* MATERIAL PROVIDED:
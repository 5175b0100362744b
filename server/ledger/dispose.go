package ledger

import (
	"context"
	"database/sql"
	"errors"
	"strings"
	"time"
	"unicode"

	"lapgate/pipeline"
)

// Decision is how a person closes a hold.
type Decision string

// The decisions. Clean and rework send the unit round again; until it is shown, its last
// word is still open.
const (
	DecideAccept Decision = "accept"
	DecideReject Decision = "reject"
	DecideClean  Decision = "clean"
	DecideRework Decision = "rework"
)

// Disposition is a person's closing of a hold.
type Disposition struct {
	Decision Decision
	Person   string
	Reason   string
	At       time.Time // zero = now
}

const (
	maxPerson = 128
	maxReason = 2000
)

func (d Disposition) check() error {
	switch d.Decision {
	case DecideAccept, DecideReject, DecideClean, DecideRework:
	default:
		return pipeline.Invalid("disposition: got %q, want accept, reject, clean or rework", d.Decision)
	}
	if err := checkText("person", d.Person, maxPerson); err != nil {
		return err
	}
	return checkText("reason", d.Reason, maxReason)
}

func checkText(field, text string, most int) error {
	if strings.TrimSpace(text) == "" || len(text) > most || strings.ContainsFunc(text, unicode.IsControl) {
		return pipeline.Invalid("%s: got %q, want 1 to %d bytes of text on one line", field, text, most)
	}
	return nil
}

// Dispose closes an open hold: one without a disposition and without a later attempt.
// The line's verdict stays as it was; the person's judgement is added beside it. The same
// disposition sent again changes nothing.
func (s *Store) Dispose(ctx context.Context, id int64, d Disposition) error {
	if err := d.check(); err != nil {
		return err
	}
	if d.At.IsZero() {
		d.At = s.Now()
	}
	d.At = toMicros(d.At)
	return s.write(ctx, func(tx *sql.Tx) error {
		in, err := scanInspection(tx.QueryRowContext(ctx, `SELECT `+inspectionColumns+` FROM inspections WHERE id = $1`, id))
		if err != nil {
			return orMissing(err, "inspection %d: not on record", id)
		}
		if done, err := checkOpen(ctx, tx, in, d); err != nil || done {
			return err
		}
		return insertDisposition(ctx, tx, in, d)
	})
}

// checkOpen refuses a disposition of what is not an open hold; done says that the very
// same one is on record.
func checkOpen(ctx context.Context, tx *sql.Tx, in Inspection, d Disposition) (done bool, err error) {
	if in.Judgement.Verdict != pipeline.Hold {
		return false, pipeline.Invalid("inspection %d: its verdict is %s: only a hold can be disposed of", in.ID, in.Judgement.Verdict)
	}
	var old Disposition
	err = tx.QueryRowContext(ctx, `SELECT decision, person, reason FROM dispositions WHERE inspection_id = $1`, in.ID).
		Scan(&old.Decision, &old.Person, &old.Reason)
	if err == nil {
		if old.Decision == d.Decision && old.Person == d.Person && old.Reason == d.Reason {
			return true, nil
		}
		return false, pipeline.Invalid("inspection %d: %s closed this hold as %s already: show the unit again to judge it anew", in.ID, old.Person, old.Decision)
	}
	if !errors.Is(err, sql.ErrNoRows) {
		return false, err
	}
	var attempt int
	var verdict string
	err = tx.QueryRowContext(ctx, `SELECT attempt, verdict FROM inspections WHERE `+whereStation+
		` AND (attempt > $7 OR attempt = $7 AND (counted_us > $8 OR counted_us = $8 AND id > $9)) ORDER BY attempt DESC LIMIT 1`,
		keyOf(in.Identity).args(in.Attempt, micros(in.Counted), in.ID)...).Scan(&attempt, &verdict)
	if errors.Is(err, sql.ErrNoRows) {
		return false, nil
	}
	if err != nil {
		return false, err
	}
	return false, pipeline.Invalid("inspection %d: the unit was shown again since (attempt %d: %s): that showing has the last word", in.ID, attempt, verdict)
}

func insertDisposition(ctx context.Context, tx *sql.Tx, in Inspection, d Disposition) error {
	_, err := tx.ExecContext(ctx, `INSERT INTO dispositions (inspection_id, decision, person, reason, at_us) VALUES ($1, $2, $3, $4, $5)`,
		in.ID, string(d.Decision), d.Person, d.Reason, micros(d.At))
	if err != nil {
		return err
	}
	seq, err := nextSeq(ctx, tx, "judgements", in.ID)
	if err != nil {
		return err
	}
	if err := insertJudgement(ctx, tx, in.ID, seq, d.judgement()); err != nil {
		return err
	}
	return touch(ctx, tx, in.Identity)
}

func (d Disposition) judgement() pipeline.Judgement {
	verdict := pipeline.Hold
	if d.Decision == DecideAccept || d.Decision == DecideReject {
		verdict = pipeline.Verdict(d.Decision)
	}
	return pipeline.Judgement{Verdict: verdict, By: pipeline.ByPerson, Person: d.Person, At: d.At,
		Reasons: []pipeline.Reason{{Name: "disposition: " + string(d.Decision), Verdict: verdict, Text: d.Reason}}}
}
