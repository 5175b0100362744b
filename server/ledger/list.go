package ledger

import (
	"context"
	"database/sql"
	"fmt"
	"strings"
	"time"

	"lapgate/pipeline"
)

// Page says which part of a list is wanted.
type Page struct {
	Limit int    // showings at most; 0 = 100, at most 1000
	After string // Next of the page before; empty = from the newest
}

const (
	defaultLimit = 100
	maxLimit     = 1000
)

// Showing is an inspection with what became of it. In lists Evidence is empty, Judgements
// holds the line's verdict, recipe and reasons alone, and Outcomes the last report alone.
type Showing struct {
	Inspection
	Judgements  []pipeline.Judgement
	Disposition *Disposition
	Outcomes    []Outcome
	Suspicions  []Suspicion // in the story of a unit alone
	// Registration is how it lies to the showing before, in the story of a unit alone.
	Registration *Registration
}

// Showings is one page of a list, newest first.
type Showings struct {
	List []Showing
	Next string // for Page.After; empty = this was the last page
}

const later = `EXISTS (SELECT 1 FROM inspections l WHERE l.part = i.part AND l.lot = i.lot AND l.unit = i.unit
	AND l.surface = i.surface AND l.station = i.station AND l.purpose = i.purpose AND (l.attempt > i.attempt
	OR l.attempt = i.attempt AND (l.counted_us > i.counted_us OR l.counted_us = i.counted_us AND l.id > i.id)))`

// Showings lists every showing.
func (s *Store) Showings(ctx context.Context, f Filter, p Page) (Showings, error) {
	return s.list(ctx, f, p)
}

// Units lists the last showing of every unit's surface at each kind of station.
func (s *Store) Units(ctx context.Context, f Filter, p Page) (Showings, error) {
	return s.list(ctx, f, p, `NOT `+later)
}

// OpenHolds lists the holds that nobody has closed and no later attempt has overtaken.
func (s *Store) OpenHolds(ctx context.Context, f Filter, p Page) (Showings, error) {
	return s.list(ctx, f, p, `i.verdict = 'hold'`, `d.decision IS NULL`, `NOT `+later)
}

// Mismatches lists showings after which the line did something else than the verdict
// said, or could not confirm it. A hold in the reject bin is no mismatch: it is the rule
// of a line without a third bin.
func (s *Store) Mismatches(ctx context.Context, f Filter, p Page) (Showings, error) {
	return s.list(ctx, f, p, `i.id IN (SELECT b.inspection_id FROM outcomes b WHERE b.mismatch = 1)`, `o.mismatch = 1`)
}

func (s *Store) list(ctx context.Context, f Filter, p Page, more ...string) (Showings, error) {
	w, err := f.where()
	if err != nil {
		return Showings{}, err
	}
	w.conditions = append(w.conditions, more...)
	if err := p.after(w); err != nil {
		return Showings{}, err
	}
	limit := p.limit()
	var out Showings
	err = each(ctx, s.reader, func(r *sql.Rows) error {
		sh, err := scanShowing(r)
		out.List = append(out.List, sh)
		return err
	}, listQuery(w.String(), limit+1), w.args...)
	if len(out.List) > limit {
		out.List = out.List[:limit]
		last := out.List[limit-1]
		out.Next = fmt.Sprintf("%d.%d", micros(last.Counted), last.ID)
	}
	return out, s.engine.classify(err)
}

func listQuery(where string, limit int) string {
	columns := strings.Fields(inspectionColumns)
	return fmt.Sprintf(`SELECT i.%s, j.reasons, COALESCE(d.decision, ''), COALESCE(d.person, ''), COALESCE(d.reason, ''), COALESCE(d.at_us, 0),
		COALESCE(o.bin, ''), COALESCE(o.confirmed, 0), COALESCE(o.at_us, 0), COALESCE(o.reported_us, 0)
		FROM inspections i JOIN judgements j ON j.inspection_id = i.id AND j.seq = 0
		LEFT JOIN dispositions d ON d.inspection_id = i.id
		LEFT JOIN outcomes o ON o.inspection_id = i.id AND o.seq = (SELECT MAX(m.seq) FROM outcomes m WHERE m.inspection_id = i.id)
		WHERE %s ORDER BY i.counted_us DESC, i.id DESC LIMIT %d`, strings.Join(columns, " i."), where, limit)
}

func scanShowing(r *sql.Rows) (Showing, error) {
	var reasons string
	var d Disposition
	var o Outcome
	var disposed, confirmed, at, reported int64
	in, err := scanInspection(r, &reasons, &d.Decision, &d.Person, &d.Reason, &disposed, &o.Bin, &confirmed, &at, &reported)
	sh := Showing{Inspection: in}
	if err != nil {
		return sh, err
	}
	sh.Judgement.By, sh.Judgement.At = pipeline.ByLine, in.Judged
	if err := fromJSON("reasons", reasons, &sh.Judgement.Reasons); err != nil {
		return sh, err
	}
	sh.Judgements = []pipeline.Judgement{sh.Judgement}
	if d.Decision != "" {
		d.At = fromMicros(disposed)
		sh.Disposition = &d
	}
	if o.Bin != "" {
		o.Confirmed, o.At, o.Reported = confirmed != 0, fromMicros(at), fromMicros(reported)
		sh.Outcomes = []Outcome{o}
	}
	return sh, nil
}

func (p Page) limit() int {
	if p.Limit <= 0 {
		return defaultLimit
	}
	return min(p.Limit, maxLimit)
}

func (p Page) after(w *where) error {
	if p.After == "" {
		return nil
	}
	var us, id int64
	if n, err := fmt.Sscanf(p.After, "%d.%d", &us, &id); err != nil || n != 2 || time.UnixMicro(us).Year() > 9999 {
		return pipeline.Invalid("page: got %q, want what the page before gave as next", p.After)
	}
	w.add("(i.counted_us < %s OR i.counted_us = %s AND i.id < %s)", us, us, id)
	return nil
}
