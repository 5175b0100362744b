package ledger

import (
	"context"
	"database/sql"
	"slices"
	"time"
)

// Latest returns the latest inspections of a station with their evidence but without the
// headers of their frames, oldest first, whatever their purpose.
func (s *Store) Latest(ctx context.Context, line, station string, most int) ([]Inspection, error) {
	out, err := s.withEvidence(ctx, `i.line = $1 AND i.station = $2 ORDER BY i.judged_us DESC, i.id DESC LIMIT $3`, line, station, most)
	slices.Reverse(out)
	return out, err
}

// Sample returns about as many inspections of a station since a time as are wanted, picked
// evenly and by chance (ids are random), as Latest does.
func (s *Store) Sample(ctx context.Context, line, station string, since time.Time, about int) ([]Inspection, error) {
	var n int64
	err := s.reader.QueryRowContext(ctx, `SELECT COUNT(*) FROM inspections WHERE line = $1 AND station = $2 AND judged_us >= $3`, line, station, micros(since)).Scan(&n)
	if err != nil {
		return nil, s.engine.classify(err)
	}
	shards := max(n/int64(max(about, 1)), 1)
	return s.withEvidence(ctx, `i.line = $1 AND i.station = $2 AND i.judged_us >= $3 AND i.id % $4 = 0 ORDER BY i.judged_us, i.id`, line, station, micros(since), shards)
}

// UnitsWithEvidence returns the last showing of every unit that a filter picks, newest first,
// most at most, with their evidence as Latest gives it; more says that there are others.
func (s *Store) UnitsWithEvidence(ctx context.Context, f Filter, most int) (list []Inspection, more bool, err error) {
	w, err := f.where()
	if err != nil {
		return nil, false, err
	}
	list, err = s.withEvidence(ctx, w.String()+` AND NOT `+later+` ORDER BY i.counted_us DESC, i.id DESC LIMIT `+placeholder(w, int64(most)+1), w.args...)
	if len(list) > most {
		list, more = list[:most], true
	}
	return list, more, err
}

func (s *Store) withEvidence(ctx context.Context, where string, args ...any) ([]Inspection, error) {
	var out []Inspection
	err := each(ctx, s.reader, func(r *sql.Rows) error {
		var packed []byte
		in, err := scanInspection(r, &packed)
		if err != nil {
			return err
		}
		body, err := unzip(packed)
		if err == nil {
			err = fromJSON("evidence", body, &in.Evidence)
		}
		out = append(out, in)
		return err
	}, `SELECT `+inspectionColumns+`, e.body FROM inspections i JOIN evidence e ON e.inspection_id = i.id WHERE `+where, args...)
	return out, s.engine.classify(err)
}
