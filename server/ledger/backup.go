package ledger

import (
	"context"
	"errors"
	"io/fs"
	"os"

	"lapgate/pipeline"
)

// Backup writes a whole and consistent ledger to a new file while this one stays in use,
// and sees it onto the disk. A PostgreSQL ledger is refused: pg_dump copies it.
func (s *Store) Backup(ctx context.Context, path string) error {
	if s.engine.name != sqliteName {
		return pipeline.Invalid("backup: the ledger is a PostgreSQL database: copy it with pg_dump")
	}
	if _, err := os.Stat(path); !errors.Is(err, fs.ErrNotExist) {
		return pipeline.Invalid("backup: %s is there already: name a new file", path)
	}
	if err := s.copyTo(ctx, path); err != nil {
		return s.engine.classify(errors.Join(err, removeIfThere(path)))
	}
	f, err := os.OpenFile(path, os.O_RDWR, 0)
	if err != nil {
		return err
	}
	return errors.Join(f.Sync(), f.Close())
}

// copyTo runs on a reader, so that records go on meanwhile; for the copy alone it may write.
func (s *Store) copyTo(ctx context.Context, path string) error {
	conn, err := s.reader.Conn(ctx)
	if err != nil {
		return err
	}
	if _, err := conn.ExecContext(ctx, `PRAGMA query_only = 0`); err != nil {
		return errors.Join(err, conn.Close())
	}
	_, err = conn.ExecContext(ctx, `VACUUM INTO $1`, path)
	_, reset := conn.ExecContext(context.WithoutCancel(ctx), `PRAGMA query_only = 1`)
	return errors.Join(err, reset, conn.Close())
}

func removeIfThere(path string) error {
	if err := os.Remove(path); !errors.Is(err, fs.ErrNotExist) {
		return err
	}
	return nil
}
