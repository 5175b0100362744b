package ledger

import (
	"context"
	"database/sql"

	"lapgate/pipeline"
)

// Judge adds a judgement by a candidate recipe or by judging anew. It changes neither the
// line's verdict nor any count.
func (s *Store) Judge(ctx context.Context, id int64, j pipeline.Judgement) error {
	if j.By != pipeline.ByCandidate && j.By != pipeline.ByRejudge {
		return pipeline.Invalid("judgement by: got %q, want %q or %q; a person closes a hold by a disposition",
			j.By, pipeline.ByCandidate, pipeline.ByRejudge)
	}
	if err := checkVerdict("verdict", j.Verdict); err != nil {
		return err
	}
	if j.At.IsZero() {
		j.At = s.Now()
	}
	return s.write(ctx, func(tx *sql.Tx) error {
		seq, err := nextSeq(ctx, tx, "judgements", id)
		if err != nil {
			return err
		}
		if seq == 0 {
			return pipeline.NotFound("inspection %d: not on record", id)
		}
		return insertJudgement(ctx, tx, id, seq, j)
	})
}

* EXERCISE BRIEF: Copy each line of the preceding material that contains "story".

* YOUR RESPONSE:
	Suspicions  []Suspicion // in the story of a unit alone
	// Registration is how it lies to the showing before, in the story of a unit alone.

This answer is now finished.